*TASK ITEM*
Please count, in the material below, each line containing "codes", and report only the number.

:: INFORMATION GIVEN ::

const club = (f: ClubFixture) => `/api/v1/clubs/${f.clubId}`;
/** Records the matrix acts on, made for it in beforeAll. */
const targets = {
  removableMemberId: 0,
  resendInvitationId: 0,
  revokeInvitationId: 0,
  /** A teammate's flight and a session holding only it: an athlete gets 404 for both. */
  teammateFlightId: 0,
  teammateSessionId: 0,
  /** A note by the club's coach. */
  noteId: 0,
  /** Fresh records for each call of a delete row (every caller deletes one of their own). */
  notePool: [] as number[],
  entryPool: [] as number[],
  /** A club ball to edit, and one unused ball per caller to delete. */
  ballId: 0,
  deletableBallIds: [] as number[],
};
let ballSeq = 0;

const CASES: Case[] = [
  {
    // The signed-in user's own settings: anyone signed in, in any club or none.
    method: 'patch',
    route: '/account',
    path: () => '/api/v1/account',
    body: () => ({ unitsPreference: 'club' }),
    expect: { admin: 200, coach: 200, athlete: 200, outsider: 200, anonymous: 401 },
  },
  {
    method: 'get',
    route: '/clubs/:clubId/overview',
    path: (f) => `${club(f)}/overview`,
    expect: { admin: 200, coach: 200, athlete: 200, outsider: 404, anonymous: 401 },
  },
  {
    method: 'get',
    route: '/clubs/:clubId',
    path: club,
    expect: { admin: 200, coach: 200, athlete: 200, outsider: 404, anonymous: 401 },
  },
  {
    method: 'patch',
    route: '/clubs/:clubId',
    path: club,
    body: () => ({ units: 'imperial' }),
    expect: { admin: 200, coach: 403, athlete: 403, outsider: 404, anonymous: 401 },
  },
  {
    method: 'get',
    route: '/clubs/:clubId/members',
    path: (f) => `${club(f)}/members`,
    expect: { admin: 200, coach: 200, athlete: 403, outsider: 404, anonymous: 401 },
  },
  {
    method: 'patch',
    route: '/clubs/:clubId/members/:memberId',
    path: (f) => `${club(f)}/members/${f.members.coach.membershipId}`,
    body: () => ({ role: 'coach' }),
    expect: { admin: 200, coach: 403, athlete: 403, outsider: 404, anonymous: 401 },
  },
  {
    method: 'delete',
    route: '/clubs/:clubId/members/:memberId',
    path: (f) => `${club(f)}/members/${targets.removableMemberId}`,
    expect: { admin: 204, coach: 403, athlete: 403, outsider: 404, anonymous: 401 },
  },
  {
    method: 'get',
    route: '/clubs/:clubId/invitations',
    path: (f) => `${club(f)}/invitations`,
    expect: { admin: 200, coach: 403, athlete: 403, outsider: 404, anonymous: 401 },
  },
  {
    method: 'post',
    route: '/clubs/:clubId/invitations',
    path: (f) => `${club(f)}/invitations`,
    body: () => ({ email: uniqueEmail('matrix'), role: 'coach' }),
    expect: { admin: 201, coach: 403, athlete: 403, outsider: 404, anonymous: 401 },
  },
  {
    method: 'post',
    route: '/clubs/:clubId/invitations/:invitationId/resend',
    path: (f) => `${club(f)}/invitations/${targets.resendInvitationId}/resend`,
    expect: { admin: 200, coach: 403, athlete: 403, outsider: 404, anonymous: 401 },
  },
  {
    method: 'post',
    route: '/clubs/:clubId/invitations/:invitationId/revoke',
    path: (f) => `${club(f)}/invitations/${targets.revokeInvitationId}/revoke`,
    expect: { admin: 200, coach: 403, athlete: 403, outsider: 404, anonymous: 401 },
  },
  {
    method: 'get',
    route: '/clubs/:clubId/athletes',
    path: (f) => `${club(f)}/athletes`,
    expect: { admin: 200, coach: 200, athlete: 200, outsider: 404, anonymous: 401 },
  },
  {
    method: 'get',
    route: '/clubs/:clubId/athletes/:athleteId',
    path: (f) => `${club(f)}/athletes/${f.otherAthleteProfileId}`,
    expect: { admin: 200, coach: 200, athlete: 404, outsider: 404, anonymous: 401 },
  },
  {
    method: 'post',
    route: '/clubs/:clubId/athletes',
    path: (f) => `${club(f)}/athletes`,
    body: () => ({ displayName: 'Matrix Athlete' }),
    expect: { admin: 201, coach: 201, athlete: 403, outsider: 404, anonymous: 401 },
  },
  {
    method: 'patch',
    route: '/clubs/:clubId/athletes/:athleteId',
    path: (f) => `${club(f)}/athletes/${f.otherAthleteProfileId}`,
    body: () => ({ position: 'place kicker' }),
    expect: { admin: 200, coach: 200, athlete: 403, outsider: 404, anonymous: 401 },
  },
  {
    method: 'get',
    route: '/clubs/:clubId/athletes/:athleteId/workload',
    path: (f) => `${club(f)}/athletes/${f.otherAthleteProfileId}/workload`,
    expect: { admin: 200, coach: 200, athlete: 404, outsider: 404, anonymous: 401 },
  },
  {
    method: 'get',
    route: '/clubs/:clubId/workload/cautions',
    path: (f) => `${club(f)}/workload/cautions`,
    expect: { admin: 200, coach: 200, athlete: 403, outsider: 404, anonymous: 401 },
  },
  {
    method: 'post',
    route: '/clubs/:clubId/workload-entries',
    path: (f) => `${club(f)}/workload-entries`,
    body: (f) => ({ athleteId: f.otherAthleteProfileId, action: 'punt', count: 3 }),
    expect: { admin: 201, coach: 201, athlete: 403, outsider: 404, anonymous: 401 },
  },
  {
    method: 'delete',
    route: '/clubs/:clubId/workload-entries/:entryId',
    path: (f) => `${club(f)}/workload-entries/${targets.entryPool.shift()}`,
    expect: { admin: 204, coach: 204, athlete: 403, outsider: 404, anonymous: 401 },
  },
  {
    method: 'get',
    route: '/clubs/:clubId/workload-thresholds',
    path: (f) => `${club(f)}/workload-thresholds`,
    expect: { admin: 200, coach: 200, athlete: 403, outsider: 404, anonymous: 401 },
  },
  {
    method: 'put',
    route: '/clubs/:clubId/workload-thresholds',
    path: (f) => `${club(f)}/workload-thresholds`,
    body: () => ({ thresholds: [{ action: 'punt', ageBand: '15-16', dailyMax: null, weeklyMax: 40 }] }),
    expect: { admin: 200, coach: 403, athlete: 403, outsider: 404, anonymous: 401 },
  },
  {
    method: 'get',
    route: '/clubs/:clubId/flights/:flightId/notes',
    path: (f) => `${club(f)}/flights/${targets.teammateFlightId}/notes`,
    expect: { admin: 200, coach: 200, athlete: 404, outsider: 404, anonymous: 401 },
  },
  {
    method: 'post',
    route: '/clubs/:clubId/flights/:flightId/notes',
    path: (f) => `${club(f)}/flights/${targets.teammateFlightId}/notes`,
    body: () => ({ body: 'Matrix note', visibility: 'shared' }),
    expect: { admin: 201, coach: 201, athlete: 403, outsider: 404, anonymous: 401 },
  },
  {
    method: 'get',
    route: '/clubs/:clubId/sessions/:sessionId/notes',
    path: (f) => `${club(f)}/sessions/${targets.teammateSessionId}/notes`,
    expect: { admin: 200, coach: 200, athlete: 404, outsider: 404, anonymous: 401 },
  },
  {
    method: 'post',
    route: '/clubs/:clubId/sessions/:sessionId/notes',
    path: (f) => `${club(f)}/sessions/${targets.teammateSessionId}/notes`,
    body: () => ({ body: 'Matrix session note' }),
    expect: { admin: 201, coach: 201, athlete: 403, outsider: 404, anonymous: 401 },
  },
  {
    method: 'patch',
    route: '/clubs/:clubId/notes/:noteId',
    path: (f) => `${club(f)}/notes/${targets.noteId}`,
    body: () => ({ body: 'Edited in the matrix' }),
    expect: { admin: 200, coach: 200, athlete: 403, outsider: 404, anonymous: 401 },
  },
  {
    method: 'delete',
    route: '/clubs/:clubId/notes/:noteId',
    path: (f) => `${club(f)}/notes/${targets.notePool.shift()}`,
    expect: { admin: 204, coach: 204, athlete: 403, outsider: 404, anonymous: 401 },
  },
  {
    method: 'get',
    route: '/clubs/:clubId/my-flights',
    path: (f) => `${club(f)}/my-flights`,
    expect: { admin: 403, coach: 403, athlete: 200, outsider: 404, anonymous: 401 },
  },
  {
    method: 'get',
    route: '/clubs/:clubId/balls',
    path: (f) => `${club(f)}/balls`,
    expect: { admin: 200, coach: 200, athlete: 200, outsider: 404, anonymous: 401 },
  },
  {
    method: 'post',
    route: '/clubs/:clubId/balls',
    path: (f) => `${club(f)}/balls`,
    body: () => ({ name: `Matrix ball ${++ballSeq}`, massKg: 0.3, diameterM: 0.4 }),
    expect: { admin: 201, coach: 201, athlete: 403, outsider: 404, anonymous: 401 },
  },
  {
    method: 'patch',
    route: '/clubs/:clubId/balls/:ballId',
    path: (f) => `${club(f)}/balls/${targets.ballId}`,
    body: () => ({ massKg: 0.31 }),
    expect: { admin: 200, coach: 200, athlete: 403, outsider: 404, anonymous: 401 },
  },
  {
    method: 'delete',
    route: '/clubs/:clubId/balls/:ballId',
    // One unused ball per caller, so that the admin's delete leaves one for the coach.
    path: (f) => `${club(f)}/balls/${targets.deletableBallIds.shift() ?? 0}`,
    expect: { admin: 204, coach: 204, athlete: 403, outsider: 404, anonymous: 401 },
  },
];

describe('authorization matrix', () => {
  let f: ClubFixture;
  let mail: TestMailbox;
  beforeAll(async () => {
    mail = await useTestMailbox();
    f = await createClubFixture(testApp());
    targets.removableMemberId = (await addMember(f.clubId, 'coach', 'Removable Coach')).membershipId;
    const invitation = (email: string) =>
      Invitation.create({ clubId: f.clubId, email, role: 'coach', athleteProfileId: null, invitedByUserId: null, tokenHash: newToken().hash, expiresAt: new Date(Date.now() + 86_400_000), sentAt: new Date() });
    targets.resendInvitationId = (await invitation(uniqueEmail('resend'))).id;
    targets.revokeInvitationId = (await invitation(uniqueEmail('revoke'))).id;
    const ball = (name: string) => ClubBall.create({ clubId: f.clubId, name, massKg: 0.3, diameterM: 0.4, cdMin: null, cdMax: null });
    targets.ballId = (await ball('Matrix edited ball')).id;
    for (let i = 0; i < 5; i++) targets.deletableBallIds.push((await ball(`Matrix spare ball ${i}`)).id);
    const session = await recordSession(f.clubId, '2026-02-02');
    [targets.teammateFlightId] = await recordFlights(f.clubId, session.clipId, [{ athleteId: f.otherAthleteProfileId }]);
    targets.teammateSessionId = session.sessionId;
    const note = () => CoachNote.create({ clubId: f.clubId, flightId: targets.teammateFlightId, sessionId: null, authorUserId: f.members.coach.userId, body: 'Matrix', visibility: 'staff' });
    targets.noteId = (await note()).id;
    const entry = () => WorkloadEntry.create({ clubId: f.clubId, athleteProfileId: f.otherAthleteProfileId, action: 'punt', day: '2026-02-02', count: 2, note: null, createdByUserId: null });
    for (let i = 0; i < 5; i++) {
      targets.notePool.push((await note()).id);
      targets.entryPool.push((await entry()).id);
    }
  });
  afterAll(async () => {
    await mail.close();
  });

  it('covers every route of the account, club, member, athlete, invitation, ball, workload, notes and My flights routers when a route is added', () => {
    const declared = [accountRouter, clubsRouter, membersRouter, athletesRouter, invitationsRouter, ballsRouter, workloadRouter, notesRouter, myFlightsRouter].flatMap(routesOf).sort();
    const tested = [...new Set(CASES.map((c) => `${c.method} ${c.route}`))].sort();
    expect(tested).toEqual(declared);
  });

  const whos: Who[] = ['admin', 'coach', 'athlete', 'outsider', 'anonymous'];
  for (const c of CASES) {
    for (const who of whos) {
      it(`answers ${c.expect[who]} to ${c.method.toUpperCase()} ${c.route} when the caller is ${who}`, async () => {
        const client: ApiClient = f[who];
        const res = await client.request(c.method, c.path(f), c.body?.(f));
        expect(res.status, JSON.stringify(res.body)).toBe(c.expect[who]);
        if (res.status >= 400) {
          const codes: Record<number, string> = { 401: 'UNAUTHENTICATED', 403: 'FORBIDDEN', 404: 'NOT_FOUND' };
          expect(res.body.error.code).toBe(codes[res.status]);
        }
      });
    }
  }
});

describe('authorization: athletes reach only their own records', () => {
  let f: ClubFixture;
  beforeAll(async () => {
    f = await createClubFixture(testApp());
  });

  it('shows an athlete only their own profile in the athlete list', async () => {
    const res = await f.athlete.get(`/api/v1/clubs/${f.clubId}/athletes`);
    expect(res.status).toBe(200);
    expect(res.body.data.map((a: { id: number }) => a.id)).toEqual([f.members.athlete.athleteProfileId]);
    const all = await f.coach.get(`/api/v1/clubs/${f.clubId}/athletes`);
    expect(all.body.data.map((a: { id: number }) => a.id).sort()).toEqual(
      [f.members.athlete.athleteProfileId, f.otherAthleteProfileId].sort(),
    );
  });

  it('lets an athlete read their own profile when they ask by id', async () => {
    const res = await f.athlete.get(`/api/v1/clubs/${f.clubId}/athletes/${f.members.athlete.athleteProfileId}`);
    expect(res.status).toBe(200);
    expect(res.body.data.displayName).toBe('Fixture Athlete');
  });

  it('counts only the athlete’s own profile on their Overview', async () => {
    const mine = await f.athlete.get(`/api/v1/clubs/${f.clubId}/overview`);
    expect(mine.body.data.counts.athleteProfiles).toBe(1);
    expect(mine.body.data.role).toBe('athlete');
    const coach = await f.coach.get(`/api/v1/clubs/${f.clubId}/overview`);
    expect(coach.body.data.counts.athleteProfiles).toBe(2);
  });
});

:::

*SOLUTION FOR THIS TASK*
2